It was only last week that I wrote at the end of my review of the Nokia N81 8GB that you should keep an eye open for my take on the N95 8GB. Well, if you waited, you may be pleasantly surprised; because I’d say the N95 8GB is a better device.
When I looked at the original N95 I was not overly impressed. Sure it crammed in the features, but I found the handset large, build quality less than stunning, battery life poor, GPS antenna iffy and general software running a bit slow. Hardly a ringing endorsement.
The original N95 has had several firmware upgrades since my review appeared which I understand have dealt with some of the issues.

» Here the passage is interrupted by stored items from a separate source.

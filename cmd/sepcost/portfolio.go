package main

import (
	"bytes"
	"context"
	"io"
	"path/filepath"

	"github.com/spf13/cobra"

	"sepcost/costing"
	"sepcost/scale"
)

type portfolioOptions struct {
	plan      string
	prices    string
	sheet     string
	out       string
	format    string
	force     bool
	equipment string
}

func newPortfolioCommand() *cobra.Command {
	opts := &portfolioOptions{}
	cmd := &cobra.Command{
		Use:   "portfolio PLAN.csv",
		Short: "Cost a year's plan of batches and roll up cost, waste, solvent and hours",
		Long: `Reads a plan CSV with the header scenario,mass,runs and the optional
columns method, date and development: a scenario file (relative to the
plan), a batch mass with its unit, how many times that batch is run,
optionally the method to force, the planned date (YYYY-MM-DD, rolled up by
quarter) and where one-time development costs are charged (scenario: once
per scenario and method in the plan, the default; row: on this row; done:
already developed). Each row is costed as a campaign of its runs and takes
the method cheapest per gram over that campaign unless forced. The roll-up
gives cost per method and quarter, waste by class and by suggested code,
solvent purchases by solvent and hours; totals reconcile to the cent.`,
		Example: `  sepcost portfolio plan.csv --prices prices.csv -o year.xlsx`,
		Args:    oneFile("plan file (CSV)", "plan.csv --prices prices.csv"),
		RunE: func(cmd *cobra.Command, args []string) error {
			opts.plan = args[0]
			return runPortfolio(cmd.Context(), opts, cmd.OutOrStdout(), cmd.ErrOrStderr())
		},
	}
	cmd.Flags().StringVar(&opts.prices, "prices", "", "price table, CSV or .xlsx (default: prices.csv beside the plan)")
	addPricesSheetFlag(cmd, &opts.sheet)
	cmd.Flags().StringVar(&opts.equipment, "equipment", "", "site equipment table CSV (default: equipment.csv beside the plan if there is one, else the built-in table)")
	addOutputFlags(cmd, &opts.out, &opts.format, &opts.force)
	return cmd
}

func runPortfolio(_ context.Context, opts *portfolioOptions, stdout, stderr io.Writer) error {
	format, err := formatFor(opts.format, opts.out)
	if err != nil {
		return err
	}
	data, err := readInput(opts.plan, "plan", scale.MaxPlanSize)
	if err != nil {
		return err
	}
	rows, err := scale.ReadPlan(bytes.NewReader(data), opts.plan)
	if err != nil {
		return err
	}
	t, err := loadPrices(opts.prices, opts.sheet, opts.plan)
	if err != nil {
		return err
	}
	dir := filepath.Dir(opts.plan)
	load := func(path string) (*costing.Plan, error) {
		if !filepath.IsAbs(path) {
			path = filepath.Join(dir, path)
		}
		sc, err := loadScenario(path)
		if err != nil {
			return nil, err
		}
		return preparePlan(sc, opts.equipment, opts.plan)
	}
	pf, err := scale.BuildPortfolio(opts.plan, rows, load, t)
	if err != nil {
		return err
	}
	buf, err := portfolioRenderers.render(format, pf)
	if err != nil {
		return err
	}
	return writeOut(buf, opts.out, opts.force, stdout, stderr)
}
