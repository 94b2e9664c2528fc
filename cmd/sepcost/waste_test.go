package main

import (
	"bytes"
	"encoding/csv"
	"os"
	"path/filepath"
	"strings"
	"testing"

	"github.com/xuri/excelize/v2"
)

// The waste export writes one row per stream; a scenario name that begins
// with "=" is written as text, not as a formula (OWASP "CSV Injection"
// guidance, from memory).
func TestWasteCSV(t *testing.T) {
	t.Parallel()
	dir := t.TempDir()
	if _, _, err := runCLI(t, "init", dir); err != nil {
		t.Fatal(err)
	}
	sc := filepath.Join(dir, "scenario.yaml")
	y, _ := os.ReadFile(sc)
	y = bytes.Replace(y, []byte(`name: "Demo: aryl amide 12 (invented example)"`), []byte(`name: '=HYPERLINK("http://x")'`), 1)
	os.WriteFile(sc, y, 0o644)
	out, _, err := runCLI(t, "waste", sc, "--mass", "2kg", "--format", "csv")
	if err != nil {
		t.Fatal(err)
	}
	recs, err := csv.NewReader(strings.NewReader(out)).ReadAll()
	if err != nil {
		t.Fatal(err)
	}
	if len(recs) < 4 || recs[0][0] != "scenario" {
		t.Fatalf("waste csv: %v", recs)
	}
	for _, r := range recs[1:] {
		if !strings.HasPrefix(r[0], "'=") {
			t.Errorf("scenario cell %q is not guarded", r[0])
		}
		if r[1] != "2" {
			t.Errorf("mass %q", r[1])
		}
	}
	// xlsx and json variants are written and reopen.
	xl := filepath.Join(dir, "waste.xlsx")
	if _, _, err := runCLI(t, "waste", sc, "--mass", "2kg", "-o", xl); err != nil {
		t.Fatal(err)
	}
	f, err := excelize.OpenFile(xl)
	if err != nil {
		t.Fatal(err)
	}
	defer f.Close()
	if v, _ := f.GetCellValue("Waste forecast", "I3"); !strings.Contains(v, "07 05") {
		t.Errorf("EU code cell = %q", v)
	}
	if js, _, err := runCLI(t, "waste", sc, "--format", "json"); err != nil || !strings.Contains(js, `"codes"`) {
		t.Errorf("json: %v", err)
	}
}

func TestPortfolioCommand(t *testing.T) {
	t.Parallel()
	dir := t.TempDir()
	if _, _, err := runCLI(t, "init", dir); err != nil {
		t.Fatal(err)
	}
	plan := filepath.Join(dir, "plan.csv")
	os.WriteFile(plan, []byte("scenario,mass,runs,method\nscenario.yaml,20 g,3,\nscenario.yaml,2 kg,2,crystallization\n"), 0o644)
	out, _, err := runCLI(t, "portfolio", plan)
	if err != nil {
		t.Fatal(err)
	}
	if !strings.Contains(out, "crystallization (forced)") || !strings.Contains(out, "Waste by class") {
		t.Errorf("portfolio text:\n%s", out)
	}
	xl := filepath.Join(dir, "year.xlsx")
	if _, _, err := runCLI(t, "portfolio", plan, "-o", xl); err != nil {
		t.Fatal(err)
	}
	f, err := excelize.OpenFile(xl)
	if err != nil {
		t.Fatal(err)
	}
	defer f.Close()
	if got := f.GetSheetList(); strings.Join(got, ",") != "Plan,By method,Waste,Solvents,Cautions" {
		t.Errorf("sheets %v", got)
	}
	if fm, _ := f.GetCellFormula("Plan", "H5"); fm != "SUM(H3:H4)" {
		t.Errorf("total formula %q", fm)
	}
	// Bad plans: missing file names the row; negative runs.
	os.WriteFile(plan, []byte("scenario,mass,runs\nscenario.yaml,20 g,3\nnope.yaml,1 g,1\n"), 0o644)
	if _, _, err := runCLI(t, "portfolio", plan); err == nil || !strings.Contains(err.Error(), "plan.csv:3: scenario") {
		t.Errorf("missing scenario: %v", err)
	}
	os.WriteFile(plan, []byte("scenario,mass,runs\nscenario.yaml,20 g,-3\n"), 0o644)
	if _, _, err := runCLI(t, "portfolio", plan); err == nil || !strings.Contains(err.Error(), "runs") {
		t.Errorf("negative runs: %v", err)
	}
}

But the good news is that the N95 8GB is an all round better handset from the start.
It is still a beast of a mobile weighing you down to the tune of 128g and measuring 53mm wide and 21mm thick. It is 99mm tall and when you open the slider to get at the number pad it grows to a staggering 130mm. In terms of its size and shape, then, this mobile is not for those looking for neatness – in fact it feels like a throwback to the clunky phones of yesteryear. It needs to offer a big payoff for requiring you to carry it.

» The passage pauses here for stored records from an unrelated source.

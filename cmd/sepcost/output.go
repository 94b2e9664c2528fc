package main

import (
	"bufio"
	"bytes"
	"errors"
	"fmt"
	"io"
	"io/fs"
	"os"
	"path/filepath"
	"strings"
)

// ErrExists is returned when an output file exists and --force was not given.
var ErrExists = errors.New("output file exists")

// writeFile writes data to path through a temporary file in the same folder
// and a rename, so a failed or interrupted write never leaves half a file.
// Only a regular file is ever replaced, and only with force: a folder, a
// device, a pipe, a socket or a symbolic link is refused whatever the
// flags. A new file's mode follows the umask; a replaced file keeps its
// mode.
func writeFile(path string, data []byte, force bool) error {
	return writeFileFrom(path, force, func(w io.Writer) error {
		_, err := w.Write(data)
		return err
	})
}

// writeFileFrom is writeFile with the content written by write straight
// into the temporary file, so that a large report is never held whole in
// memory. The file is placed only when write succeeds.
func writeFileFrom(path string, force bool, write func(io.Writer) error) error {
	keep, err := checkTarget(path, force)
	if err != nil {
		return err
	}
	tmp, err := createTemp(path)
	if err != nil {
		return fmt.Errorf("cannot write in %s: %w", filepath.Dir(path), err)
	}
	name := tmp.Name()
	var cerr error
	if keep != nil {
		cerr = tmp.Chmod(*keep)
	}
	bw := bufio.NewWriterSize(tmp, 256<<10)
	werr := write(bw)
	if werr == nil {
		werr = bw.Flush()
	}
	if werr == nil {
		werr = tmp.Sync()
	}
	cerr = errors.Join(cerr, tmp.Close())
	if werr != nil || cerr != nil {
		dropTemp(name)
		return fmt.Errorf("writing %s: %w", path, errors.Join(werr, cerr))
	}
	if afterTempWrite != nil {
		afterTempWrite(name)
	}
	return placeTemp(name, path, force)
}

// checkTarget looks at the output path before anything is written: it
// returns the mode to keep when a regular file is replaced.
func checkTarget(path string, force bool) (*fs.FileMode, error) {
	fi, err := os.Lstat(path)
	switch {
	case errors.Is(err, fs.ErrNotExist):
		return nil, nil
	case err != nil:
		return nil, fmt.Errorf("%s: cannot look at the output file: %w", path, err)
	case fi.IsDir():
		return nil, usageError{fmt.Errorf("%s is a folder; give a file name with -o, e.g. -o %s", path, filepath.Join(path, "plan.xlsx"))}
	case !fi.Mode().IsRegular():
		return nil, fmt.Errorf("%s is not a regular file (a device, pipe, socket or symbolic link); sepcost writes only regular files and never replaces anything else, even with --force: choose another name with -o", path)
	case !force:
		return nil, fmt.Errorf("%s: %w; choose another name with -o or add --force to replace it", path, ErrExists)
	}
	m := fi.Mode().Perm()
	return &m, nil
}

// placeTemp puts the finished temporary file at path: with force by a
// rename over the regular file found there, else by a link that fails if
// the target appeared meanwhile (never clobber).
func placeTemp(name, path string, force bool) error {
	temps.Lock()
	defer temps.Unlock()
	var err error
	if force {
		err = os.Rename(name, path)
	} else {
		err = os.Link(name, path)
	}
	os.Remove(name)
	delete(temps.names, name)
	if errors.Is(err, fs.ErrExist) {
		return fmt.Errorf("%s: %w; choose another name with -o or add --force to replace it", path, ErrExists)
	}
	if err != nil {
		return fmt.Errorf("writing %s: %w", path, err)
	}
	return nil
}

// formatFor decides the output format: the --format flag, else from the
// -o file's extension, else text to the terminal. A --format that
// contradicts the extension of -o (--format json -o plan.xlsx) is a usage
// error: a file must hold what its name says.
func formatFor(flag, out string) (format, error) {
	f := format(strings.ToLower(flag))
	ext := strings.ToLower(filepath.Ext(out))
	byExt, known := formatOfExt(ext)
	if f == "" {
		switch {
		case known:
			f = byExt
		case out == "" || out == "-":
			f = formatText
		default:
			return "", usageError{fmt.Errorf("-o %s: cannot tell the format from the extension; name the file .xlsx, .json, .csv or .txt, or add --format xlsx, json, csv or text", out)}
		}
	}
	if f.ext() == "" {
		return "", usageError{fmt.Errorf("--format %q: write xlsx, json, csv or text", flag)}
	}
	if known && byExt != f {
		return "", usageError{fmt.Errorf("--format %s but -o %s has the extension of %s: make them agree (for example -o %s)",
			f, out, byExt, strings.TrimSuffix(out, filepath.Ext(out))+f.ext())}
	}
	if f == formatXLSX && (out == "" || out == "-") {
		return "", usageError{errors.New("--format xlsx needs an output file: add -o plan.xlsx")}
	}
	return f, nil
}

// defaultOut is the default output file for a command whose default is
// base (e.g. "sepcost-demo") with the extension of the format; text goes to
// the terminal ("").
func defaultOut(base string, f format) string {
	if f == formatText {
		return ""
	}
	return base + f.ext()
}

// emit writes rendered output to the file or to stdout.
func emit(buf *bytes.Buffer, out string, force bool, stdout io.Writer) error {
	if out == "" || out == "-" {
		_, err := stdout.Write(buf.Bytes())
		return err
	}
	return writeFile(out, buf.Bytes(), force)
}
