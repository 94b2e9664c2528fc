//go:build unix

package main

import (
	"os"
	"syscall"
)

// openNoBlock opens a file for reading without waiting on a pipe that has
// no writer (the caller refuses anything but a regular file).
func openNoBlock(path string) (*os.File, error) {
	return os.OpenFile(path, os.O_RDONLY|syscall.O_NONBLOCK, 0)
}
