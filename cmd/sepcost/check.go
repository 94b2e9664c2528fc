package main

import (
	"context"
	"errors"
	"fmt"
	"io"
	"strings"

	"github.com/spf13/cobra"

	"sepcost/costing"
	"sepcost/costing/problem"
	"sepcost/costing/units"
	"sepcost/costing/usage"
	"sepcost/scale"
)

type checkOptions struct {
	scenario  string
	prices    string
	sheet     string
	equipment string
}

func newCheckCommand() *cobra.Command {
	opts := &checkOptions{}
	cmd := &cobra.Command{
		Use:   "check SCENARIO",
		Short: "Check a scenario and price table and explain every problem found",
		Long: `Reads the scenario and the price table, checks every field, runs the models at
the scenario's batch masses and prices them. Every problem is listed with its
file, line and field and what would be valid; model warnings are listed too.
The exit code is 1 when anything must be fixed.`,
		Args: oneFile("scenario file", "mycase/scenario.yaml --prices mycase/prices.csv"),
		RunE: func(cmd *cobra.Command, args []string) error {
			opts.scenario = args[0]
			return runCheck(cmd.Context(), opts, cmd.OutOrStdout())
		},
	}
	cmd.Flags().StringVar(&opts.prices, "prices", "", "price table, CSV or .xlsx (default: prices.csv beside the scenario)")
	addPricesSheetFlag(cmd, &opts.sheet)
	cmd.Flags().StringVar(&opts.equipment, "equipment", "", "site equipment table CSV (default: equipment.csv beside the scenario if there is one, else the built-in table)")
	return cmd
}

// errCheckFailed is returned after the problems have been printed.
var errCheckFailed = errors.New("check found problems (listed above)")

func runCheck(_ context.Context, opts *checkOptions, stdout io.Writer) error {
	var problems []error
	sc, err := loadScenario(opts.scenario)
	if err != nil {
		problems = append(problems, err)
	}
	t, err := loadPrices(opts.prices, opts.sheet, opts.scenario)
	var ue usageError
	if errors.As(err, &ue) {
		return err
	}
	if err != nil {
		problems = append(problems, err)
	}
	var plan *costing.Plan
	if sc != nil {
		plan, err = preparePlan(sc, opts.equipment, opts.scenario)
		if err != nil {
			problems = append(problems, err)
		}
	}
	if plan != nil && t != nil {
		if t, err = plan.Prices(t); err != nil {
			problems = append(problems, err)
		}
	}
	var results [][]costing.Result
	if plan != nil && t != nil {
		results, err = plan.Run(sc.MassesKg, t)
		if err != nil {
			problems = append(problems, err)
		}
	}
	n := 0
	for _, p := range problems {
		n += printProblems(stdout, p)
	}
	if n > 0 {
		fmt.Fprintf(stdout, "\n%s to fix.\n", plural(n, "problem", "problems"))
		return errCheckFailed
	}
	fmt.Fprintf(stdout, "%s: scenario %q reads cleanly (%s; %s)\n", opts.scenario, sc.Name, plural(len(sc.MassesKg), "batch mass", "batch masses"), describedWords(plan))
	fmt.Fprintf(stdout, "%s: %d prices in %s; every item the models need is priced\n", t.File, len(t.Items), t.Currency)
	warned := 0
	for i, m := range sc.MassesKg {
		for j, name := range plan.MethodNames() {
			u := results[i][j].Usage
			switch {
			case !u.Feasible && strings.HasPrefix(u.Reason, costing.NotAssessed):
				// Said once above (describedWords), not at every mass.
			case !u.Feasible:
				fmt.Fprintf(stdout, "%s, %s: not feasible: %s\n", units.FormatMass(m), name, u.Reason)
				warned++
			}
			for _, note := range u.Notes {
				if note.Level == usage.Warning {
					fmt.Fprintf(stdout, "%s, %s: warning: %s\n", units.FormatMass(m), name, note.Text)
					warned++
				}
			}
		}
	}
	if n := scale.UnusedPrices(t, results); n != nil {
		fmt.Fprintf(stdout, "note: %s\n", n.Text)
	}
	if warned == 0 {
		fmt.Fprintln(stdout, "no model warnings")
	}
	return nil
}

// printProblems prints each problem of an error on its own line: the
// input problems of any file (problem.List: scenario, prices, equipment,
// plan) and the ledger's joined errors.
func printProblems(w io.Writer, err error) int {
	var list problem.List
	if errors.As(err, &list) {
		for _, p := range list {
			fmt.Fprintln(w, p.Error())
		}
		return len(list)
	}
	if j, ok := err.(interface{ Unwrap() []error }); ok {
		// errors.Join of several problems (the ledger's): count each.
		n := 0
		for _, e := range j.Unwrap() {
			n += printProblems(w, e)
		}
		return n
	}
	fmt.Fprintln(w, err.Error())
	return 1
}

// plural writes a count with the noun in the right number: "1 problem",
// "6 problems".
func plural(n int, one, many string) string {
	if n == 1 {
		return "1 " + one
	}
	return fmt.Sprintf("%d %s", n, many)
}

// describedWords names the methods the scenario describes and those it
// does not ("methods described: chromatography, crystallization; not
// described: distillation").
func describedWords(plan *costing.Plan) string {
	var yes, no []string
	for j, m := range plan.Methods {
		if !costing.Registry[j].Described(plan.Scenario) {
			no = append(no, m.Name)
		} else {
			yes = append(yes, m.Name)
		}
	}
	out := "methods described: " + strings.Join(yes, ", ")
	if len(yes) == 0 {
		out = "no method described"
	}
	if len(no) > 0 {
		out += "; not described: " + strings.Join(no, ", ")
	}
	return out
}
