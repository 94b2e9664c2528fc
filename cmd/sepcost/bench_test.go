package main

import (
	"context"
	"io"
	"path/filepath"
	"testing"
)

// BenchmarkDemoWorkbook: the whole `sepcost demo` run, from the embedded
// scenario and prices to the workbook on disk.
func BenchmarkDemoWorkbook(b *testing.B) {
	dir := b.TempDir()
	out := filepath.Join(dir, "demo.xlsx")
	b.ReportAllocs()
	for b.Loop() {
		if err := run(context.Background(), []string{"demo", "-o", out, "--force"}, io.Discard, io.Discard); err != nil {
			b.Fatal(err)
		}
	}
}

The ‘dual slider’ concept remains. The number pad slides out of one end, and out of the other, a bank of four buttons for controlling music playback. I wasn’t bowled over by the concept last time round and it doesn’t grab me much this time either, but as before, you can use these buttons to control music playback when you are in applications other than the music player, which could be handy.

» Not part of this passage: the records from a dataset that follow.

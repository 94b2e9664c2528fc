package main

import (
	"runtime/debug"
	"testing"

	"sepcost/scale"
)

// A run longer than a report holds in full gets the soft heap limit for
// its duration and gives the old one back; a shorter run, or one under a
// user's GOMEMLIMIT, keeps the runtime's. (Changes process state: not
// parallel.)
func TestBoundMemory(t *testing.T) {
	before := debug.SetMemoryLimit(-1) // -1 reads the limit
	if r := boundMemory(scale.HeldMasses); debug.SetMemoryLimit(-1) != before {
		t.Errorf("a run of %d masses changed the heap limit", scale.HeldMasses)
		r()
	} else {
		r()
	}
	restore := boundMemory(scale.HeldMasses + 1)
	if got := debug.SetMemoryLimit(-1); got != longRunHeap {
		t.Errorf("heap limit %d during a long run, want %d", got, longRunHeap)
	}
	restore()
	if got := debug.SetMemoryLimit(-1); got != before {
		t.Errorf("heap limit %d after the run, want %d back", got, before)
	}
	t.Setenv("GOMEMLIMIT", "1GiB")
	restore = boundMemory(scale.HeldMasses + 1)
	if got := debug.SetMemoryLimit(-1); got != before {
		t.Errorf("heap limit %d under the user's GOMEMLIMIT, want it left at %d", got, before)
	}
	restore()
}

As a quad-band 3G handset with front facing camera for video calling, the N95 8GB is nothing special. Nor does the 5-megapixel Carl Zeiss optics-toting main camera have the ‘wow’ factor it once did as there are plenty of 5-megapixel cameras on phones these days.
But thanks to the huge library of built-in software, 8GB of flash memory (plus another 100MB for messages, ringtones, images, video clips, calendar, to do lists and apps), Wi-Fi and huge screen, the N95 8GB does come the closest I’ve seen yet to Nokia’s aspiration of putting a real computer in your pocket.